◆ EXERCISE DESCRIPTION
Your reply should hold only the lines from the records below where "when" occurs.

◆ DATA TO USE
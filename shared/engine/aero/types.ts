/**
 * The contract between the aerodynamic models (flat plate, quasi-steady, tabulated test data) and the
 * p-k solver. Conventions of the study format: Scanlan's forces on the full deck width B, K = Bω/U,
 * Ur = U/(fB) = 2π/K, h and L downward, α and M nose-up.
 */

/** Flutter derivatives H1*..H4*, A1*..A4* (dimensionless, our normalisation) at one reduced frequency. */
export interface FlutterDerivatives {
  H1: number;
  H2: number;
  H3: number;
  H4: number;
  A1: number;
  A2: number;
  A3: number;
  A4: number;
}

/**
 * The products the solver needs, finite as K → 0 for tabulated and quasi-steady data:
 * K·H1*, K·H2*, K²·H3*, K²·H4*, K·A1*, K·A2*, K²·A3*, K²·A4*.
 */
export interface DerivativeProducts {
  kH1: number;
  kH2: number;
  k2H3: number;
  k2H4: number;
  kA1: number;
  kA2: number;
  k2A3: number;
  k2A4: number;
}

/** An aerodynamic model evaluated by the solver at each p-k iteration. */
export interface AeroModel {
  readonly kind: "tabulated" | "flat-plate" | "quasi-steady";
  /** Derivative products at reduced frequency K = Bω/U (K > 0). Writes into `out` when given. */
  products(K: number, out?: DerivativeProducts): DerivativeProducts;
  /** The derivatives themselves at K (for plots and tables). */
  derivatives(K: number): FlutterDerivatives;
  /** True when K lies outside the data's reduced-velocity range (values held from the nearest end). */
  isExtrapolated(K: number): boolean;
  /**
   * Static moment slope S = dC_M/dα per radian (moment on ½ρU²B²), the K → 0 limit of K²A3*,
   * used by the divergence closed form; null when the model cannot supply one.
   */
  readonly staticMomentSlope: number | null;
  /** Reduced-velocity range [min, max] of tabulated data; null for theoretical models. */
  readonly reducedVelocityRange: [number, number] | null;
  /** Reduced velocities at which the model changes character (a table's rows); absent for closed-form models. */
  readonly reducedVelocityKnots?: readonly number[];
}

◆ REPLY TO THE TASK
  /** Derivative products at reduced frequency K = Bω/U (K > 0). Writes into `out` when given. */
  /** True when K lies outside the data's reduced-velocity range (values held from the nearest end). */
   * used by the divergence closed form; null when the model cannot supply one.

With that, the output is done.